The inspirational true story of Lai Chi-wai, an elite Hong Kong rock climber who was left a paraplegic following a traffic accident in 2011, forms the basis of this oddly whimsical tale of love and resilience. Again showing the playful touch that informed his debut feature Get Outta Here (2015), director Nick Leung Kwok-pun has made a light comedy out of a premise far more befitting a gritty drama.
Lion Rock begins with the life-altering accident that sees David Ki (Alex Lam Tak-shun), producer Lai's alter ego in the film, lose the use of both legs and be confined to a hospital bed. Ki's immediate concern is not his condition but the awkward arrival at his bedside of his "soulmate" Cathy (Toby Leung Ching-ki) " the one that got away " ahead of his pregnant wife, Zoe (Michelle Wai Sze-nga), who understandably feels jealous.

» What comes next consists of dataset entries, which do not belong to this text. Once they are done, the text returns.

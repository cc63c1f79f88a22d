/**
 * Redshifts as stated in reading text: "z = 1.2", "z ≈ 2", "z_s = 2.1", "redshift of 0.5",
 * "redshift of about 0.5", "redshift two", "redshifts 0.3 and 0.5", "1.5 < z < 2.5", "z = 2–3". Photometric-band uses ("z-band",
 * "m_z", "z = 21.3 mag") and the named epochs (z_eq, z_*, z_drag) are not redshifts of objects.
 */

import { findNumbers, type StatedNumber } from './numberParser.js';

export interface RedshiftMention {
  /** The redshift, or the middle of a range. */
  readonly value: number;
  readonly range: readonly [number, number] | null;
  /** Reading-text range of the mention (symbol to number). */
  readonly start: number;
  readonly end: number;
  /** Where its number starts, to recognise it among the numbers of a sentence. */
  readonly numberStart: number;
  /** Further numbers in a list ("z = 0.3 and 0.5", "redshifts 1, 2 and 3"). */
  readonly list: readonly number[];
  readonly listNumberStarts: readonly number[];
}

/** The z symbol with an optional object subscript, then a relation. Epoch subscripts are excluded. */
const Z_SYMBOL = /(?<![A-Za-z_\\])z(?:_\{?[A-Za-z0-9,]{1,8}\}?)?\s*(=|≈|∼|~|≃|<|>|≲|≳|≤|≥)\s*/g;
const REDSHIFT_WORD = /\bredshifts?\s*(?:of\s*(?:about\s*|approximately\s*|around\s*|roughly\s*|nearly\s*|∼\s*|~\s*|≈\s*)?|z\s*(?:=|≈|∼|~)\s*|(?:=|≈|∼|~)\s*|around\s*|about\s*)?/gi;
/** Redshifts written as words ("at redshift two"). */
const NUMBER_WORDS: Readonly<Record<string, number>> = { one: 1, two: 2, three: 3, four: 4, five: 5, six: 6, seven: 7, eight: 8, nine: 9, ten: 10 };
const NUMBER_WORD = /^(one|two|three|four|five|six|seven|eight|nine|ten)\b/i;
const RANGE_FORM = /(\d*\.?\d+)\s*(<|≤|≲)\s*z\s*(<|≤|≲)\s*(\d*\.?\d+)/g;
/** "between z = 2 and z = 3", "from z = 2 to 3". */
const BETWEEN_FORM = /(?:between|from)\s+(?:redshifts?\s+|z\s*=\s*)(\d*\.?\d+)\s+(?:and|to)\s+(?:z\s*=\s*)?(\d*\.?\d+)/gi;
const EPOCH_SUBSCRIPT = /^_\{?(?:eq|\*|rec|dec|d|drag|acc|t|re|reion|ion|max|min|peak|form|f)\b/;

/** Every redshift mention in text[from, to). */
export function findRedshifts(text: string, from = 0, to = text.length, known?: readonly StatedNumber[]): RedshiftMention[] {
  const slice = text.slice(from, to);
  const numbers = known ?? findNumbers(text, from, to);
  const numberAt = (pos: number) => numbers.find((n) => n.start >= pos && n.start <= pos + 1);
  const out: RedshiftMention[] = [];
  const taken = new Set<number>();

  const add = (symbolStart: number, n: StatedNumber) => {
    if (taken.has(n.start)) return;
    if (n.unit && n.unit.text.trim() !== '') return; // "z = 21.3 mag": a magnitude
    taken.add(n.start);
    // A list continues with ", 0.5" / "and 0.5" right after.
    const list: number[] = [];
    const listStarts: number[] = [];
    let end = n.end;
    for (const next of numbers) {
      if (next.start <= end) continue;
      const gap = text.slice(end, next.start);
      if (!/^\s*(?:,|and|,\s*and|or)\s*$/.test(gap) || next.unit) break;
      list.push(next.value);
      listStarts.push(next.start);
      taken.add(next.start);
      end = next.end;
    }
    out.push({
      value: n.value,
      range: n.range ? [n.range.low, n.range.high] : null,
      start: symbolStart,
      end,
      numberStart: n.start,
      list,
      listNumberStarts: listStarts,
    });
  };

  for (const m of slice.matchAll(RANGE_FORM)) {
    const at = from + m.index!;
    const low = Number(m[1]);
    const high = Number(m[4]);
    const first = numberAt(at);
    const second = numbers.find((n) => n.start > at + m[1].length && n.start <= at + m[0].length);
    if (first) taken.add(first.start);
    if (second) taken.add(second.start);
    out.push({ value: (low + high) / 2, range: [low, high], start: at, end: at + m[0].length, numberStart: first?.start ?? at, list: [], listNumberStarts: [] });
  }
  for (const m of slice.matchAll(BETWEEN_FORM)) {
    const at = from + m.index!;
    const inside = numbers.filter((n) => n.start >= at && n.end <= at + m[0].length);
    if (inside.length < 2) continue;
    for (const n of inside) taken.add(n.start);
    const low = Number(m[1]);
    const high = Number(m[2]);
    out.push({ value: (low + high) / 2, range: [low, high], start: at, end: at + m[0].length, numberStart: inside[0].start, list: [], listNumberStarts: [] });
  }
  for (const m of slice.matchAll(Z_SYMBOL)) {
    const at = from + m.index!;
    const symbol = m[0];
    if (EPOCH_SUBSCRIPT.test(symbol.slice(1))) continue;
    const n = numberAt(at + symbol.length);
    // A bound ("z > 2") names no one redshift; "m_z" and "z-band" never match (see Z_SYMBOL).
    if (n && !/[<>≤≥≲≳]/.test(m[1])) add(at, n);
  }
  for (const m of slice.matchAll(REDSHIFT_WORD)) {
    const at = from + m.index!;
    const n = numberAt(at + m[0].length);
    if (n) add(at, n);
    else {
      const word = NUMBER_WORD.exec(text.slice(at + m[0].length, Math.min(to, at + m[0].length + 6)));
      const after = at + m[0].length;
      if (word && !taken.has(after)) {
        taken.add(after);
        out.push({ value: NUMBER_WORDS[word[1].toLowerCase()], range: null, start: at, end: after + word[0].length, numberStart: after, list: [], listNumberStarts: [] });
      }
    }
  }
  return out.sort((a, b) => a.start - b.start);
}
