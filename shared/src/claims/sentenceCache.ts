/**
 * Sentence readings remembered between analyses of the same document, owned by the caller (an
 * editor keeps one per open document): after a keystroke only the edited sentence is read again;
 * every other sentence's numbers, redshifts and typed claims are taken from the cache and moved
 * to their new offsets. A reading depends only on the sentence's text and a few characters around
 * it (its window), so a hit gives exactly what reading would. Sentences away from the edit are
 * found by offset (the two texts are compared once per run for their shared start and end); only
 * those near it are looked up by their text. Entries unused in a run are dropped at its end.
 */

import type { StatedNumber } from './numberParser.js';
import type { RedshiftMention } from './redshifts.js';
import type { Sentence } from '../reader/documentReading.js';
import { textChange } from '../reader/textChange.js';
import type { Claim, SentenceReading } from './claimExtractor.js';
import type { ProseDeclaration } from './declarations.js';

/** Characters before and after a sentence that its reading may look at (relations, signs, units). */
const BEFORE = 24;
const AFTER = 64;

/** The cache key of a sentence: its text with the characters around it that its reading may see. */
export function sentenceKey(text: string, s: Pick<Sentence, 'start' | 'end'>): string {
  return `${text.slice(Math.max(0, s.start - BEFORE), s.start)}\u0001${text.slice(s.start, s.end)}\u0001${text.slice(s.end, s.end + AFTER)}`;
}

function moveNumber(n: StatedNumber, d: number): StatedNumber {
  // Written out field by field (one shape for all moved numbers): moving is most of a keystroke's work.
  const u = n.unit;
  return {
    value: n.value, start: n.start + d, end: n.end + d, digitsStart: n.digitsStart + d, digitsEnd: n.digitsEnd + d, text: n.text,
    significantDigits: n.significantDigits, resolution: n.resolution, qualifier: n.qualifier, relation: n.relation,
    uncertainty: n.uncertainty, range: n.range,
    unit: u ? { text: u.text, start: u.start + d, end: u.end + d, unit: u.unit } : null,
  };
}

function moveMention(m: RedshiftMention, d: number): RedshiftMention {
  return {
    value: m.value, range: m.range, start: m.start + d, end: m.end + d, numberStart: m.numberStart + d, list: m.list,
    listNumberStarts: m.listNumberStarts.length === 0 ? m.listNumberStarts : m.listNumberStarts.map((x) => x + d),
  };
}

function moveDeclaration(p: ProseDeclaration, d: number): ProseDeclaration {
  return { ...p, start: p.start + d, end: p.end + d, problems: p.problems.map((x) => ({ message: x.message, ranges: x.ranges.map((r) => ({ start: r.start + d, end: r.end + d })) })) };
}

function moveClaim(c: Claim, d: number): Claim {
  return {
    kind: c.kind, value: moveNumber(c.value, d), z: c.z, zRange: c.zRange, zSource: c.zSource, angleArcsec: c.angleArcsec, parameter: c.parameter,
    sinceEpoch: c.sinceEpoch, start: c.start + d, end: c.end + d, sentenceStart: c.sentenceStart + d, sentenceEnd: c.sentenceEnd + d,
    sentenceRedshifts: c.sentenceRedshifts, confidence: c.confidence, unchecked: c.unchecked,
  };
}

function move(r: SentenceReading, d: number): SentenceReading {
  if (d === 0 || (r.found.length === 0 && r.mentions.length === 0)) return r;
  return {
    ...r,
    mentions: r.mentions.map((m) => moveMention(m, d)),
    found: r.found.map((f) => ({
      kind: f.kind, value: moveNumber(f.value, d), angleArcsec: f.angleArcsec, parameter: f.parameter, sinceEpoch: f.sinceEpoch,
      start: f.start + d, end: f.end + d, sentenceStart: f.sentenceStart + d, sentenceEnd: f.sentenceEnd + d, cueDistance: f.cueDistance,
    })),
  };
}

/** Longest text whose offsets stay small integers (beyond it nothing is looked up by offset). */
const LIMIT = 1 << 30;

/**
 * Spans with a value each, in parallel arrays sorted by start (one push per span and no object
 * per entry: a keystroke stores thousands). Lookups mostly come in document order, so a cursor
 * finds them; anything else is a binary search.
 */
class SpanList<V> {
  readonly starts: number[] = [];
  readonly ends: number[] = [];
  readonly values: V[] = [];
  private sorted = true;
  private cursor = 0;

  push(start: number, end: number, value: V): void {
    const n = this.starts.length;
    if (n > 0 && start < this.starts[n - 1]) this.sorted = false;
    this.starts.push(start);
    this.ends.push(end);
    this.values.push(value);
  }

  /** Index of the span [start, end), or −1. */
  find(start: number, end: number): number {
    const starts = this.starts;
    let i = this.cursor;
    // The cursor serves when it stands at the first span starting at or after `start`.
    if (!(i <= starts.length && (i === starts.length || starts[i] >= start) && (i === 0 || starts[i - 1] < start))) {
      let lo = 0;
      let hi = starts.length;
      while (lo < hi) {
        const mid = (lo + hi) >> 1;
        if (starts[mid] < start) lo = mid + 1;
        else hi = mid;
      }
      i = lo;
    }
    for (let k = i; k < starts.length && starts[k] === start; k++) {
      if (this.ends[k] === end) {
        this.cursor = k + 1;
        return k;
      }
    }
    this.cursor = i;
    return -1;
  }

  /** The same spans sorted by start (stable), if they were not pushed in order. */
  finish(): SpanList<V> {
    if (this.sorted) return this;
    const order = this.starts.map((_, i) => i).sort((x, y) => this.starts[x] - this.starts[y] || x - y);
    const list = new SpanList<V>();
    for (const i of order) list.push(this.starts[i], this.ends[i], this.values[i]);
    return list;
  }
}

/**
 * Values remembered per span of a text, found again in the next run's text by the edit between
 * the two: a span whose window (the span with the characters around it that its value may depend
 * on) lies in the text both runs share at the start keeps its offsets; one in the shared end moves
 * by the change in length; only spans near the edit are looked up by their text. What a run did
 * not use is forgotten at its end.
 */
class SpanMemory<V> {
  private previous = new SpanList<V>();
  private current = new SpanList<V>();
  /** Spans of the previous run near the edit, by their windowed text (built when first needed). */
  private nearEdit: Map<string, number> | null = null;

  constructor(private readonly move: (value: V, by: number) => V) {}

  take(edit: TextEdit, start: number, end: number, accept: (value: V) => boolean = () => true): V | null {
    let i = -1;
    let by = 0;
    if (edit.identical || end + AFTER <= edit.prefix) i = this.previous.find(start, end);
    else if (start - BEFORE >= edit.suffixStart) {
      by = edit.delta;
      i = this.previous.find(start - by, end - by);
    } else {
      i = this.nearTheEdit(edit).get(sentenceKey(edit.text, { start, end })) ?? -1;
      if (i >= 0) by = start - this.previous.starts[i];
    }
    if (i < 0 || !accept(this.previous.values[i])) return null;
    const value = by === 0 ? this.previous.values[i] : this.move(this.previous.values[i], by);
    this.current.push(start, end, value);
    return value;
  }

  put(start: number, end: number, value: V): void {
    this.current.push(start, end, value);
  }

  endRun(): void {
    this.previous = this.current.finish();
    this.current = new SpanList();
    this.nearEdit = null;
  }

  get size(): number {
    return this.previous.starts.length;
  }

  private nearTheEdit(edit: TextEdit): Map<string, number> {
    if (this.nearEdit) return this.nearEdit;
    this.nearEdit = new Map();
    if (edit.previousText === null) return this.nearEdit;
    const oldSuffixStart = edit.suffixStart - edit.delta;
    const { starts, ends } = this.previous;
    for (let i = 0; i < starts.length; i++) {
      if (ends[i] + AFTER <= edit.prefix || starts[i] - BEFORE >= oldSuffixStart) continue;
      this.nearEdit.set(sentenceKey(edit.previousText, { start: starts[i], end: ends[i] }), i);
    }
    return this.nearEdit;
  }
}

/** How this run's text differs from the last run's: one changed stretch between a shared start and a shared end. */
interface TextEdit {
  readonly text: string;
  readonly previousText: string | null;
  readonly identical: boolean;
  /** Length of the shared start. */
  readonly prefix: number;
  /** Offset in this run's text where the shared end begins. */
  readonly suffixStart: number;
  /** Change in length. */
  readonly delta: number;
}

function textEdit(previousText: string | null, text: string): TextEdit {
  if (previousText === null || text.length >= LIMIT || previousText.length >= LIMIT) {
    // Nothing to compare with (or too long for span ids): every span is looked up by its text.
    return { text, previousText: null, identical: false, prefix: -Infinity, suffixStart: Infinity, delta: 0 };
  }
  if (previousText === text) return { text, previousText, identical: true, prefix: text.length, suffixStart: text.length, delta: 0 };
  const { prefix: p, suffix: q } = textChange(previousText, text);
  return { text, previousText, identical: false, prefix: p, suffixStart: text.length - q, delta: text.length - previousText.length };
}

export class SentenceCache {
  private readonly readings = new SpanMemory<SentenceReading>(move);
  /** Numbers of other spans (table cells, declaration sentences), kept the same way. */
  private readonly numbers = new SpanMemory<readonly StatedNumber[]>((numbers, d) => numbers.map((n) => moveNumber(n, d)));
  /** Claims of whole tables, with the layout they were read under. */
  private readonly tables = new SpanMemory<{ layout: string; claims: readonly Claim[] }>((t, d) => ({ layout: t.layout, claims: t.claims.map((c) => moveClaim(c, d)) }));
  /** What each sentence declares (mostly nothing). */
  private readonly declarations = new SpanMemory<{ declaration: ProseDeclaration | null }>((e, d) => (e.declaration ? { declaration: moveDeclaration(e.declaration, d) } : e));
  private lastText: string | null = null;
  private edit: TextEdit = textEdit(null, '');
  private hitCount = 0;
  private missCount = 0;

  /** Starts a run on the reading text `text`. */
  beginRun(text: string): void {
    this.edit = textEdit(this.lastText, text);
    this.lastText = text;
    this.hitCount = 0;
    this.missCount = 0;
  }

  /** The reading of the sentence at [start, end) as it was last read (moved to its offsets), or null. */
  take(start: number, end: number): SentenceReading | null {
    const reading = this.readings.take(this.edit, start, end);
    if (reading) this.hitCount++;
    else this.missCount++;
    return reading;
  }

  put(start: number, end: number, reading: SentenceReading): void {
    this.readings.put(start, end, reading);
  }

  /** The numbers of the span [start, end) as last parsed (moved to its offsets), or null. */
  takeNumbers(start: number, end: number): readonly StatedNumber[] | null {
    return this.numbers.take(this.edit, start, end);
  }

  putNumbers(start: number, end: number, numbers: readonly StatedNumber[]): void {
    this.numbers.put(start, end, numbers);
  }

  /** The claims of the table spanning [start, end) if it was last read with the same layout (moved to its offsets), or null. */
  takeTable(start: number, end: number, layout: string): Claim[] | null {
    const t = this.tables.take(this.edit, start, end, (t) => t.layout === layout);
    if (t) this.hitCount++;
    else this.missCount++;
    return t ? [...t.claims] : null;
  }

  putTable(start: number, end: number, layout: string, claims: readonly Claim[]): void {
    this.tables.put(start, end, { layout, claims });
  }

  /** What the sentence at [start, end) declares: remembered, or found by `read` and remembered. */
  declarationOf(start: number, end: number, read: () => ProseDeclaration | null): ProseDeclaration | null {
    const known = this.declarations.take(this.edit, start, end);
    if (known) return known.declaration;
    const declaration = read();
    this.declarations.put(start, end, { declaration });
    return declaration;
  }

  /** Ends a run: what was not used in it is forgotten. */
  endRun(): void {
    this.declarations.endRun();
    this.readings.endRun();
    this.numbers.endRun();
    this.tables.endRun();
  }

  /** Hits and misses of sentence readings and tables in the last run (for tests and benchmarks). */
  get stats(): { hits: number; misses: number; size: number } {
    return { hits: this.hitCount, misses: this.missCount, size: this.readings.size };
  }
}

Instead of dwelling on Ki's misfortune, the early part of the film portrays with quirky humour the protagonist's hospital encounters, ranging from his friendship with an eccentric fellow patient (Deon Cheung Chung-chi) sharing the same room, to the morphine-fuelled hallucinatory episodes during which he sees people appearing in the form of their spirit animals.
For a film inspired by a life-affirming experience, Lion Rock devotes a disproportionate amount of attention to Ki's adolescent rendezvous with Cathy. Played by the charming duo of Kevin Chu Kam-yin and Angela Yuen Lai-lam in flashbacks, their would-be romance is cute to watch, but frequently distracts from the main story.
The film is at its most poignant when it shows Zoe struggling to support the family despite her husband's disability and the disapproval of her fashionista mother (Teresa Carpio). A lawsuit against the other party to the traffic accident also brings more opportunities for some soul-searching by Ki.
While the ending of Lion Rock is as predictable as can be " in December 2016, Lai famously hauled himself and his wheelchair up Lion Rock using only his arm strength " the pleasure of Leung's tonally uneven and narratively fragmented film arrives in scattered moments of warmth and humour. This may well be Lam's star turn, but it is the reliable Wai who provides the story's emotional core.